WHAT YOU WILL DO ▸ For the listing below, return the line containing "new: bytes | None = None", the line containing "spread: float = 0.0", and all lines in between, exactly as written and nothing else.

SUPPLIED RECORDS ▸
impl ForcingSeries {
    /// Parse CSV text (the dialect of [`crate::csv`]).
    pub fn parse(
        text: &str,
        interpolation: Interpolation,
        hold: bool,
    ) -> Result<ForcingSeries, ForcingError> {
        let err = |line: usize, m: String| ForcingError { line, message: m };
        let mut reader = Reader::new(
            text,
            "empty forcing file (no header); expected a header such as `year,co2_ppm`",
        )
        .map_err(ForcingError::from)?;
        let hl = reader.header_line;
        let names = reader.names.clone();
        if names[0] != "year" {
            return Err(err(
                hl,
                format!("the first column must be `year`, found `{}`", shorten(names[0])),
            ));
        }
        if names.len() < 2 {
            return Err(err(
                hl,
                format!("no forcing columns; allowed: {}", allowed_names()),
            ));
        }
        for (k, n) in names.iter().enumerate().skip(1) {
            if !is_channel(n) {
                return Err(err(
                    hl,
                    format!("unknown column `{}`; allowed: {}", shorten(n), allowed_names()),
                ));
            }
            if names[1..k].iter().any(|m| canonical(m) == canonical(n)) {
                return Err(err(
                    hl,
                    format!("column `{n}` appears twice (co2_ppm and greenhouse.co2_ppm are the same)"),
                ));
            }
        }
        let mut years = Vec::new();
        let mut cols: Vec<Vec<f64>> = vec![Vec::new(); names.len() - 1];
        let mut row = Vec::with_capacity(names.len());
        while let Some(ln) = reader.next_row(&mut row).map_err(ForcingError::from)? {
            if years.len() >= MAX_ROWS {
                return Err(err(
                    ln,
                    format!("more than {MAX_ROWS} data rows; that is the limit of a forcing file"),
                ));
            }
            let v = row[0];
            if let Some(&prev) = years.last() {
                if v <= prev {
                    return Err(err(
                        ln,
                        format!("years must increase strictly: {v} follows {prev}"),
                    ));
                }
            }
            years.push(v);
            for (k, &v) in row.iter().enumerate().skip(1) {
                let (ok, allowed) = value_range(names[k]);
                if !ok(v) {
                    return Err(err(
                        ln,
                        format!(
                            "{v} in column `{}` is out of range (allowed: {allowed})",
                            names[k]
                        ),
                    ));
                }
                cols[k - 1].push(v);
            }
        }
        if years.is_empty() {
            return Err(err(hl, "no data rows after the header".into()));
        }
        Ok(ForcingSeries {
            years,
            columns: names[1..].iter().map(|s| s.to_string()).zip(cols).collect(),
            interpolation,
            hold,
        })
    }

    /// Check the series covers `[0, years]` unless it holds its end values.
    pub fn check_covers(&self, years: f64) -> Result<(), ForcingError> {
        let (a, b) = (self.years[0], *self.years.last().expect("non-empty"));
        if !self.hold && (a > 0.0 || b < years) {
            return Err(ForcingError {
                line: 0,
                message: format!(
                    "covers years {a} to {b} but the run needs 0 to {years}; extend the file or set forcing.outside = \"hold\""
                ),
            });
        }
        Ok(())
    }

    /// Value of column `k` at time `t` (years).
    pub fn value(&self, k: usize, t: f64) -> f64 {
        let y = &self.years;
        let v = &self.columns[k].1;
        let n = y.len();
        if t <= y[0] {
            return v[0];
        }
        if t >= y[n - 1] {
            return v[n - 1];
        }
        let i = y.partition_point(|&x| x <= t) - 1;
        match self.interpolation {
            Interpolation::Step => v[i],
            Interpolation::Linear => {
                let s = (t - y[i]) / (y[i + 1] - y[i]);
                v[i] + s * (v[i + 1] - v[i])
            }
        }
    }

    /// Years of the rows where the series changes form: with linear interpolation a row where
    /// the slope of any column changes (the series holds its end values outside its range),
    /// with step interpolation a row where any column jumps.
    pub fn breakpoints(&self) -> Vec<f64> {
        let y = &self.years;
        let n = y.len();
        let slope = |v: &[f64], i: usize| -> f64 {
            // Slope of segment i (rows i, i + 1); 0 outside the rows (held values).
            if i + 1 >= n {
                0.0
            } else {
                (v[i + 1] - v[i]) / (y[i + 1] - y[i])
            }
        };
        (0..n)
            .filter(|&i| {
                self.columns.iter().any(|(_, v)| match self.interpolation {
                    Interpolation::Step => i > 0 && v[i] != v[i - 1],
                    Interpolation::Linear => {
                        let left = if i == 0 { 0.0 } else { slope(v, i - 1) };
                        let right = slope(v, i);
                        // Rows on one straight line (to round-off of the slopes) are no break.
                        (left - right).abs() > 1e-12 * (left.abs() + right.abs())
                    }
                })
            })
            .map(|i| y[i])
            .collect()
    }

    /// The shortest row spacing (years) of the rows around `[a, b]`: the segments containing
    /// `a` and `b`, every segment between them and the segment before `a`'s; infinite outside
    /// the rows (held end values).
    pub fn row_spacing(&self, a: f64, b: f64) -> f64 {
        let y = &self.years;
        let n = y.len();
        if n < 2 || b < y[0] || a >= y[n - 1] {
            return f64::INFINITY;
        }
        // First segment: the one before the segment containing `a`.
        let ia = y.partition_point(|&x| x <= a).saturating_sub(2);
        // Last segment: the one containing `b` (or ending at it).
        let ib = y.partition_point(|&x| x < b).min(n - 1).max(ia + 1);
        y[ia..=ib]
            .windows(2)
            .fold(f64::INFINITY, |m, w| m.min(w[1] - w[0]))
    }

    /// Index of a column by name (`co2_ppm` and `greenhouse.co2_ppm` match each other).
    pub fn column(&self, name: &str) -> Option<usize> {
        self.columns
            .iter()
            .position(|(n, _)| canonical(n) == canonical(name))
    }
}
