from linestep import Armijo, stopping
from linestep.bench import Results, Start, Study, as_problems, run_study
from linestep.bench.storage import ResultStore
from linestep.cli import main
from linestep.rules.fixed import Fixed
from linestep.rules.schedule import Schedule

CLEAR, STATUS, CRASH, WRONG, LOST = ("clear error", "documented status", "generic crash",
                                     "silently wrong result", "lost/duplicated data")
CATEGORIES = (CLEAR, STATUS, CRASH, WRONG, LOST)
SHORT = stopping.default(max_iterations=40)
SOURCE = Path(__file__).resolve().parents[1] / "src"
# Ctrl-C must end the command within this many seconds (issue 10 item 4).
INTERRUPT_LIMIT = 2.0

CASES: list[tuple[str, Callable[[Path], tuple[str, str]]]] = []


def case(name: str) -> Callable:
    def register(function: Callable[[Path], tuple[str, str]]) -> Callable:
        CASES.append((name, function))
        return function
    return register


# --- helpers ------------------------------------------------------------------------------


def bowl_value(x: np.ndarray) -> float:
    return float(x @ x)


def bowl_gradient(x: np.ndarray) -> np.ndarray:
    return 2 * x


def shifted_value(x: np.ndarray) -> float:
    return float((x - 1) @ (x - 1))


def shifted_gradient(x: np.ndarray) -> np.ndarray:
    return 2 * (x - 1)


def bowls(count: int = 2, name: str = "bowl", value=bowl_value, gradient=bowl_gradient,
          start=(3.0, -4.0)) -> list:
    return [as_problems({"name": f"{name}{i}" if count > 1 else name, "value": value,
                         "gradient": gradient, "start": [start[0] + i, start[1]],
                         "optimal_value": 0.0})[0] for i in range(count)]


def study(**changes) -> Study:
    return Study(**{"problems": bowls(), "controllers": [Armijo(), Fixed(0.1), Fixed(0.3)],
                    "stop": SHORT, **changes})


def stored(folder: Path) -> Path:
    """A results folder holding six finished runs."""
    folder.mkdir(parents=True, exist_ok=True)
    run_study(study(), folder, workers=1)
    return folder
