def _numbers(name: str, data: Any) -> np.ndarray:
    if isinstance(data, (str, bytes)):
        raise TypeError(f"`{name}` must be a sequence of numbers; got a string {data!r}.")
    if isinstance(data, numbers.Real):
        data = [data]
    try:
        raw = np.asarray(data)
        if raw.dtype.kind not in "fiub":
            raise TypeError
        array = raw.astype(float)
    except (TypeError, ValueError):
        raise TypeError(f"`{name}` must hold numbers only; entry {_first_bad(data)} is not a "
                        "number. Pass floats (e.g. loss.item() for a tensor).") from None
    if array.ndim != 1:
        raise ValueError(f"`{name}` must be one number per iteration (1-D); got shape "
                         f"{array.shape}.")
    return array


def _first_bad(data: Any) -> str:
    try:
        for index, item in enumerate(data):
            if not isinstance(item, (numbers.Real, np.number)) or isinstance(item, bool):
                return f"{index} ({item!r})"
    except TypeError:
        return repr(data)
    return "?"


def _rates(rates: Any, count: int) -> np.ndarray:
    array = _numbers("rates", rates)
    if array.size == 1:
        array = np.full(max(count - 1, 1), float(array[0]))
    elif array.size == count:
        array = array[1:]
    elif array.size != count - 1:
        raise ValueError(f"`rates` must be one number, or one per step ({count - 1} or "
                         f"{count} entries for {count} values); got {array.size}.")
    if not np.all(np.isfinite(array)) or np.any(array < 0):
        raise ValueError(f"`rates` must be finite and >= 0; got {array.tolist()[:5]}….")
    return array


def _arrays(name: str, data: Any, count: int) -> np.ndarray:
    try:
        length = len(data)
    except TypeError:
        raise TypeError(f"`{name}` must be a sequence with one array per iteration; got "
                        f"{type(data).__name__}.") from None
    if length != count:
        raise ValueError(f"`{name}` has {length} entries but `values` has {count}: give one "
                         "per iteration, the start first.")
    try:
        rows = [np.asarray(item, dtype=float).reshape(-1) for item in data]
    except (TypeError, ValueError):
        raise TypeError(f"`{name}` must hold numeric arrays.") from None
    sizes = {row.size for row in rows}
    if len(sizes) != 1:
        raise ValueError(f"`{name}` entries must all have the same size; got sizes "
                         f"{sorted(sizes)}.")
    return np.array(rows)


# --- reading -----------------------------------------------------------------------------
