@pytest.mark.parametrize("build", [
    lambda: Armijo(c3=0.1),
    lambda: Armijo(0.1),  # options are keyword-only
    lambda: Goldstein(0.25),
    lambda: Goldstein(c1=0.25),
    lambda: Fixed(size=0.1, c1=0.5),
    lambda: Wolfe(sigma=0.9),
    lambda: Wolfe(1e-4),
    lambda: MoreThuente(ftol=1e-3),
    lambda: MoreThuente(1e-3),
    lambda: HagerZhang(0.1),
    lambda: NonmonotoneArmijo(10),
    lambda: NonmonotoneArmijo(window=10),
])
def test_unknown_or_positional_options_are_errors(build):
    with pytest.raises(TypeError):
        build()


# --- benchmark studies (issue 10: identities and inputs) ---------------------------------


def _study(**changes):
    from linestep.bench import Study, get_problem

    return Study(**{"problems": [get_problem("beale")], "controllers": [Armijo()],
                    "stop": MaxIterations(5), **changes})


class _Opaque:
    """A stopping rule whose content cannot be read (no parameters, no state, no pickle)."""

    __slots__ = ()

    def __call__(self, progress):
        return None

    def __deepcopy__(self, memo):
        return _Opaque()

    def __reduce__(self):
        raise TypeError("cannot pickle")


def _start(factor):
    from linestep.bench import Start

    return Start.scaled(factor)


STUDY = [
    case(lambda: _study(starts=[_start(10), _start(10.0)]), ValueError, "starts",
         "start-listed-twice"),
    says(lambda: _study(controllers={"a": Armijo(), "b": Armijo()}).tasks(), ValueError,
         "List each configuration once", "same-configuration-twice"),
    says(lambda: _study(stop=_Opaque()).tasks(), TypeError, "linestep_identity",
         "unidentifiable-stop"),
    says(lambda: _study(controllers=[Schedule(lambda k: 0.1), Schedule(lambda k: 0.1)]).tasks(),
         ValueError, "same computation", "equal-lambda-schedules"),
]
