def process_file(path: str, opts: ApplyOptions) -> FileOutcome:
    """Carry out the directives of one file; never raises."""
    original = b""
    try:
        with open(path, "rb") as fh:
            original = fh.read()
        if not directives.mentions_directive(original.decode("latin-1")):
            return FileOutcome(path, original, original)  # nothing to do: no need to parse it
        try:
            flags = opts.flags_for(path)
        except LooptileError as exc:  # say which file: the message is about the database
            raise InputError(f"{exc.message} (compilation database {exc.path})", path=path) from None
        tu = pipeline.load(path, flags)
        original = tu.source.data
        found = directives.find(tu)
        results = [carry_out(tu, f, opts) for f in found]
        bug = next((r.outcome for r in results if r.outcome.internal), None)
        if bug is not None:  # a looptile bug in one rewrite: leave the whole file as it is
            return FileOutcome(path, original, original, error=bug.message, internal=True,
                               rendered_error=f"{bug.rendered}\n  (nothing in this file was changed)")
        outcomes, new = combine(tu, results)
        return FileOutcome(path, original, new, outcomes)
    except OSError as exc:
        msg = f"{path}: error: cannot read the file; {exc.strerror}"
        return FileOutcome(path, original, original, error=msg, rendered_error=msg, unread=True)
    except LooptileError as exc:
        if exc.path is None:
            exc.path = path
        return FileOutcome(path, original, original, error=exc.headline(), rendered_error=exc.render(),
                           internal=isinstance(exc, InternalError))
    except Exception as exc:  # noqa: BLE001 - a looptile bug must not stop the other files
        msg = (f"{path}: error: internal error: {type(exc).__name__}: {exc}; please report it with the input file "
               "(nothing in this file was changed)")
        return FileOutcome(path, original, original, error=msg, rendered_error=msg + "\n" + traceback.format_exc(),
                           internal=True)
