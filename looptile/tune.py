"""The tune job: time variants of a nest on this machine and pick the fastest proven one.

Every variant is made by the tile job in memory (so it is a proven rewrite); the original is
a candidate too. Each variant is compiled with the timing driver (a thread pool running
``cc``), then all are timed one after the other (serially: two runs never share the
machine). Two rounds: first the original, the analytic pick and its neighbours and a grid
of tile sizes; then the register model's pick (``tile --sizes auto --jam auto``: its tiles
and register tile) and unroll-and-jam (with and without scalar replacement) on the fastest
tiles of the first round. The fastest variants are then timed again, interleaved with the
original, and judged on those runs alone (the first round's fastest are also its luckiest;
fresh interleaved runs remove that selection bias): one wins only if it beats the original by
``min_gain`` there, overall and in each of the round's two passes, and by more than the
original's own medians moved during the run (the noise); the winner is checked with verify at
small sizes before it is reported.

Library code: returns values, raises LooptileError subclasses, never exits.
"""
from __future__ import annotations

import itertools
import os
import statistics
import tempfile
import time
from collections.abc import Callable
from concurrent.futures import ThreadPoolExecutor
from dataclasses import dataclass, field, replace

from . import pipeline, toolchain, verify, workload
from .cachegeom import machine_levels
from .emit import render
from .errors import LooptileError, UsageError
from .frontend import TranslationUnit
from .harness import KernelSpec, kernel_spec
from .model import Nest
from .transform.tile import TileRequest

DEFAULT_CANDIDATES = (16, 32, 64, 128, 256)
JAM_DEFAULTS = {1: ((2,), (4,), (8,)), 2: ((4, 4), (4, 8), (6, 8), (8, 4))}


@dataclass(frozen=True)
class Config:
    """One variant: levels of tile sizes (outermost first; none: the original), jam, scalarize."""
    levels: tuple[tuple[tuple[str, int], ...], ...] = ()
    jam: tuple[tuple[str, int], ...] = ()
    scalarize: bool = False
    origin: str = "original"  # original, analytic, neighbour, grid, jam
    extra_cflags: tuple[str, ...] = ()  # built with these flags after the common ones (--cflags-variant)

    @property
    def sizes(self) -> dict[str, int]:
        return dict(self.levels[-1]) if self.levels else {}

    @property
    def size_specs(self) -> tuple[str, ...]:
        return tuple(",".join(f"{it}={s}" for it, s in lv) for lv in self.levels)

    @property
    def jam_spec(self) -> str | None:
        return ",".join(f"{it}={u}" for it, u in self.jam) or None

    def label(self) -> str:
        if not self.levels:
            return "original"
        text = "tile " + " / ".join(self.size_specs)
        if self.jam:
            text += f" jam {self.jam_spec}" + (" scalarize" if self.scalarize else "")
        if self.extra_cflags:
            text += f" [{' '.join(self.extra_cflags)}]"
        return text

    @property
    def key(self) -> tuple:
        return self.levels, self.jam, self.scalarize, self.extra_cflags

    def request(self, order: tuple[str, ...] | None) -> TileRequest:
        return TileRequest(self.levels[0], order, "split", self.jam, self.scalarize, self.levels[1:])


@dataclass
class Variant:
    config: Config
    command: str | None = None
    new: bytes | None = None
    reassociated: tuple[str, ...] = ()
    exe: str | None = None
    status: str = "pending"  # timed, refused, build failed, failed, skipped (budget)
    times: list[float] = field(default_factory=list)
    result_hash: str | None = None
    note: str = ""
    confirmed: list[float] = field(default_factory=list)  # the times of the confirmation round alone
    passes: list[list[float]] = field(default_factory=list)  # the same, per pass of the round
    # The original only: how far its own medians (first round, each confirmation pass) lie apart,
    # (largest / smallest - 1): the noise of this machine during the run.
    spread: float = 0.0

    @property
    def seconds(self) -> float | None:
        """The median of the confirmation round when there was one (the first round's fastest
        variants are also its luckiest: judging them on fresh, interleaved runs removes that
        selection bias), else of every run."""
        runs = self.confirmed or self.times
        return statistics.median(runs) if runs else None


@dataclass(frozen=True)
class TuneOptions:
    params: dict[str, int]
    band: tuple[str, ...] | None = None
    candidates: tuple[int, ...] = DEFAULT_CANDIDATES
    jam_candidates: tuple[tuple[int, ...], ...] | None = None  # None: JAM_DEFAULTS by jammable loops
    budget: float = 120.0  # seconds of wall time for the whole job
    jobs: int = 2
    runs: int = 5  # timed calls per variant (after one warm-up), fewer when a call is slow
    order: tuple[str, ...] | None = None
    cflags: tuple[str, ...] = toolchain.DEFAULT_TUNE_CFLAGS
    max_grid: int = 12  # tile-size combinations of the grid
    top: int = 2  # fastest tiles of round 1 that round 2 jams
    min_gain: float = 0.05  # a variant must be this much faster than the original to win
    tile: pipeline.TileOptions = pipeline.TileOptions()
    shapes: dict[str, str] = field(default_factory=dict)
    verify_timeout: float = 60.0
    cflags_variants: tuple[tuple[str, ...], ...] = ()  # round 2 also builds each jam variant with these added


@dataclass
class TuneResult:
    path: str
    selector: str
    function: str
    band: tuple[str, ...]
    work: workload.Workload
    variants: list[Variant]
    original: Variant
    best: Variant
    verified: verify.VerifyReport | None
    notes: list[str]
    elapsed: float
    budget: float
    skipped: int
    cflags: tuple[str, ...]
    min_gain: float
    verify_seconds: float = 0.0


class Clock:
    """The budget: seconds left, minus what verifying the winner needs at the end."""

    def __init__(self, budget: float) -> None:
        self.start = time.monotonic()
        self.budget = budget
        self.reserve = min(20.0, 0.2 * budget)
        self.verifying = 0.0  # seconds spent verifying

    def left(self) -> float:
        return self.budget - self.reserve - (time.monotonic() - self.start)

    def elapsed(self) -> float:
        return time.monotonic() - self.start


# ---------------------------------------------------------------- candidates

def default_band(nest: Nest, analysis) -> tuple[str, ...]:
    """The longest fully permutable band of the perfect loops from the outermost (at least one loop)."""
    its = nest.iterators
    for hi in range(len(its) - 1, 0, -1):
        if analysis.permutable(0, hi):
            return its[: hi + 1]
    return its[:1]
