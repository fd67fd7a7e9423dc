"""Command line: the one place where errors become messages and exit codes.

Exit status, the same for every command: 0 done; 1 refused (illegal or
unsupported) or a mismatch found; 2 usage, read, parse or write error;
3 internal error.
"""
from __future__ import annotations

import functools
import json
import os
import re
import shlex
import sys
import traceback
from dataclasses import replace

import click

from . import analyze as analyze_mod
from . import pipeline
from .errors import EXIT_INTERNAL, InputError, LooptileError, UsageError
from .flags import CompileFlags, from_compile_db, from_options
from .splice import unified_diff, write_atomic
from .transform.tile import TileRequest
from .verify import VerifyOptions, verify


def frontend_options(f):
    """The preprocessor flags, as a compiler takes them."""
    opts = [
        click.option("-I", "includes", multiple=True, metavar="DIR", help="Add DIR to the include path."),
        click.option("-isystem", "isystem", multiple=True, metavar="DIR",
                     help="Add DIR as a system include directory."),
        click.option("-D", "defines", multiple=True, metavar="NAME[=VAL]", help="Define a macro."),
        click.option("-U", "undefines", multiple=True, metavar="NAME", help="Undefine a macro."),
        click.option("-include", "include_files", multiple=True, metavar="FILE", help="Include FILE first."),
        click.option("-std", "std", metavar="STD", help="C standard, e.g. -std=c99 or -std=gnu89."),
        click.option("--compile-db", "compile_db", metavar="FILE|DIR",
                     help="Take the file's flags from a JSON compilation database (compile_commands.json)."),
        click.option("--assume-pure", "assume_pure", multiple=True, metavar="NAME",
                     help="Treat calls to NAME as free of side effects."),
        click.option("--assume", "assumptions", multiple=True, metavar="COND",
                     help="Assert a condition on parameters, e.g. 'n >= 1' (recorded in the guard, not checked)."),
        click.option("--assume-in-row", "assume_in_row", is_flag=True,
                     help="Assert that flattened subscripts (A[i*ld + j]) stay in their rows (0 <= j < ld) where "
                          "looptile cannot prove it; recorded in the guard instead of a run-time test."),
        click.option("--debug", is_flag=True, help="Show tracebacks of internal errors."),
    ]
    for o in reversed(opts):
        f = o(f)
    return f


def _flags(path: str, kw: dict) -> CompileFlags:
    flags = from_options(kw["includes"], kw["isystem"], kw["defines"], kw["undefines"], kw["include_files"],
                         kw["std"])
    if kw.get("compile_db"):
        flags = from_compile_db(kw["compile_db"], path).plus(flags)
    return flags


def reporting(f):
    """Turn LooptileError into its message and exit code; anything else is an internal error (3)."""
    @functools.wraps(f)
    def wrapper(*args, **kw):
        try:
            return f(*args, **kw)
        except LooptileError as exc:
            click.echo(exc.render(), err=True)
            sys.exit(exc.exit_code)
        except (click.exceptions.Exit, click.ClickException, SystemExit):
            raise
        except Exception as exc:  # noqa: BLE001 - the one place that catches everything
            if kw.get("debug"):
                traceback.print_exc()
            click.echo(f"looptile: internal error: {type(exc).__name__}: {exc}; please report it with the input "
                       "file (run with --debug for the traceback)", err=True)
            sys.exit(EXIT_INTERNAL)
    return wrapper


@click.group(context_settings={"help_option_names": ["-h", "--help"]})
@click.version_option(package_name="looptile")
def main() -> None:
    """Tile C loop nests, with the legality of every rewrite proven by dependence analysis."""


@main.command()
@click.argument("files", nargs=-1, required=True)
@click.option("--json", "as_json", is_flag=True, help="Print one JSON document keyed by file.")
@frontend_options
@reporting
def analyze(files: tuple[str, ...], as_json: bool, **kw) -> None:
    """List every loop nest with its loops, dependences and tileable bands."""
    doc: dict[str, dict] = {}
    texts = []
    status = 0
    for path in files:
        try:
            tu = pipeline.load(path, _flags(path, kw))
        except LooptileError as exc:
            status = 2
            doc[path] = {"nests": [], "error": exc.headline()}
            texts.append(exc.render())
            continue
        reports = [analyze_mod.report(tu, s, frozenset(kw["assume_pure"]), tuple(kw["assumptions"]),
                                      kw["assume_in_row"])
                   for s in analyze_mod.reported_sites(tu)]
        doc[path] = {"nests": [r.as_json() for r in reports], "error": None}
        texts.append(analyze_mod.text_table(path, reports))
    if as_json:
        click.echo(json.dumps(doc, indent=2))
    else:
        for t in texts:
            click.echo(t, err=t.startswith(tuple(files)) and ": error:" in t.split("\n")[0])
    sys.exit(status)


def _parse_sizes(spec: str | None) -> tuple[tuple[str | None, int], ...]:
    if not spec:
        return ()
    out = []
    for item in spec.split(","):
        item = item.strip()
        name, eq, value = item.partition("=")
        if not eq:
            name, value = None, item
        try:
            n = int(value)
        except ValueError:
            if value.strip() == "auto":
                raise UsageError("--sizes auto (sizes chosen by the cache model) is for tile, in one --sizes; here "
                                 "give the sizes (the guard comment of an auto-tiled nest records them)") from None
            raise UsageError(f"--sizes item '{item}' is not NAME=SIZE or SIZE with an integer size") from None
        out.append((name.strip() if name else None, n))
    return tuple(out)


_AUTO = re.compile(r"(?:^|[=,])\s*auto\s*(?:,|$)")


def _param_bounds(kw: dict) -> dict[str, int]:
    """The largest value of each parameter over the --params sets: what bounds the trip counts."""
    bounds: dict[str, int] = {}
    for values in _verify_options(kw, ()).params:
        for name, v in values.items():
            bounds[name] = max(v, bounds.get(name, v))
    return bounds


def _auto_sizing(sizes: tuple[str, ...], cache: tuple[str, ...], explain: bool, kw: dict):
    """``--sizes auto`` (``i=auto,j=32``...) with --cache and --params: the AutoSizing, and why the
    fallback geometry is used (None when given or read); (None, None) without auto."""
    from .autosize import AutoSizing
    from .cachegeom import machine_levels, parse_level
    if not any(_AUTO.search(spec) for spec in sizes):
        if cache or explain:
            raise UsageError("--cache and --explain go with --sizes auto (sizes chosen by the cache model)")
        return None, None
    if len(sizes) > 1:
        raise UsageError("--sizes auto chooses every level of tiles (two with two cache levels); give one --sizes")
    items = []
    for item in sizes[0].split(","):
        name, eq, value = item.strip().partition("=")
        if not eq:
            name, value = "", name
        if value.strip() == "auto":
            items.append((name.strip() or None, None))
            continue
        try:
            items.append((name.strip() or None, int(value)))
        except ValueError:
            raise UsageError(f"--sizes item '{item.strip()}' is not NAME=SIZE, NAME=auto, SIZE or auto") from None
    why = None
    if cache:
        levels = sorted((parse_level(c, f"L{k + 1}") for k, c in enumerate(cache)), key=lambda lv: lv.size)
    else:
        levels, why = machine_levels()
    bounds = _param_bounds(kw)
    return AutoSizing(() if items == [(None, None)] else tuple(items), tuple(levels),
                      tuple(sorted(bounds.items()))), why


def _auto_words(auto) -> str:
    """What the guard's made-by command adds for --sizes auto: the geometry used and --params."""
    parts = [a for lv in auto.levels for a in ("--cache", lv.spec())]
    if auto.params:
        parts += ["--params", ",".join(f"{k}={v}" for k, v in auto.params)]
    return " " + " ".join(shlex.quote(p) for p in parts)
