def _reading_zone_table(readings_new, readings_old, reg, zmap, zone_mrt, new, rules, options):
    """The zones assessed from the spot readings alone (older readings moved onto the newer
    frame by the registration): all of them (the report's table), those on cells the scan
    has no value at (the zone table's), and these as spots by zone;
    (None, None, None) without newer readings."""
    if readings_new is None:
        return None, None, None
    moved_old = None
    if readings_old is not None and reg is not None:
        tr = reg.transform
        moved_old = rd.move_readings(readings_old, dx_mm=tr.dx_mm, dy_mm=tr.dy_mm, rotation_deg=tr.rotation_deg)
    kw = dict(zones=zmap, nominal_mm=new.meta.nominal, installed=new.meta.installed,
              critical_width_mm=float(rules.critical_zone_width_mm.value))
    off = rd.off_scan(readings_new, new)  # the others are in the scan's grid already
    return (rd.reading_zone_summary(readings_new, moved_old, mrt_mm=zone_mrt, options=options, **kw),
            rd.reading_zone_summary(off, moved_old, mrt_mm=zone_mrt, options=options, **kw) if len(off) else None,
            rd.zone_spots(off, moved_old, **kw))


def _newer_indications(labels, loss, new, side, zmap):
    """The newer scan's indication regions measured (no rate yet)."""
    return measure_indications(labels, loss, pitch_mm=new.pitch, x0=new.x0, y0=new.y0, side=side, plate=new.plate,
                               zone_labels=zmap.labels, zone_names=zmap.names, rate=None, thickness=new.thickness)


def _rates(new, old_on_new, side, top_depth, repairs, ropt, labels):
    """The loss and rate maps, with the short-term rate filled on indication cells the older
    scan did not cover: (rates, number of cells filled)."""
    lr = rates.compute_rates(new, old_on_new, side, top_depth=top_depth, repairs=repairs, options=ropt)
    if old_on_new is None:
        return lr, 0
    return rates.fill_uncovered_rates(lr, new, old_on_new, labels)


def _with_assumed_rates(lr, ind, labels, *, unknown_side):
    """The rate maps raised to the rate assumed for indications with no measured rate, and
    the sentence saying so (None if none was assumed)."""
    top, under = apply_indication_rates(lr.rate_top, lr.rate_under, labels, ind, unknown_side=unknown_side)
    # an assumed rate is no measurement: it widens the cell's interval upwards
    lr = dataclasses.replace(lr, rate_top=top, rate_under=under, rate_top_hi=np.fmax(lr.rate_top_hi, top),
                             rate_under_hi=np.fmax(lr.rate_under_hi, under))
    return lr, assumed_rate_note(ind)


def _prove_up(readings_new, new, ind, labels):
    """The listed indications to prove up next, given the readings already taken on them."""
    pairs_lab = rd.pair_readings(readings_new, new, indication_labels=labels)
    listed = ind[np.isfinite(pd.to_numeric(ind["depth_max_mm"], errors="coerce"))] if len(ind) else ind
    return rd.prove_up_candidates(listed, pairs_lab)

SOLUTION TO THIS PROBLEM ▸
    new: bytes | None = None
    reassociated: tuple[str, ...] = ()
    exe: str | None = None
    status: str = "pending"  # timed, refused, build failed, failed, skipped (budget)
    times: list[float] = field(default_factory=list)
    result_hash: str | None = None
    note: str = ""
    confirmed: list[float] = field(default_factory=list)  # the times of the confirmation round alone
    passes: list[list[float]] = field(default_factory=list)  # the same, per pass of the round
    # The original only: how far its own medians (first round, each confirmation pass) lie apart,
    # (largest / smallest - 1): the noise of this machine during the run.
    spread: float = 0.0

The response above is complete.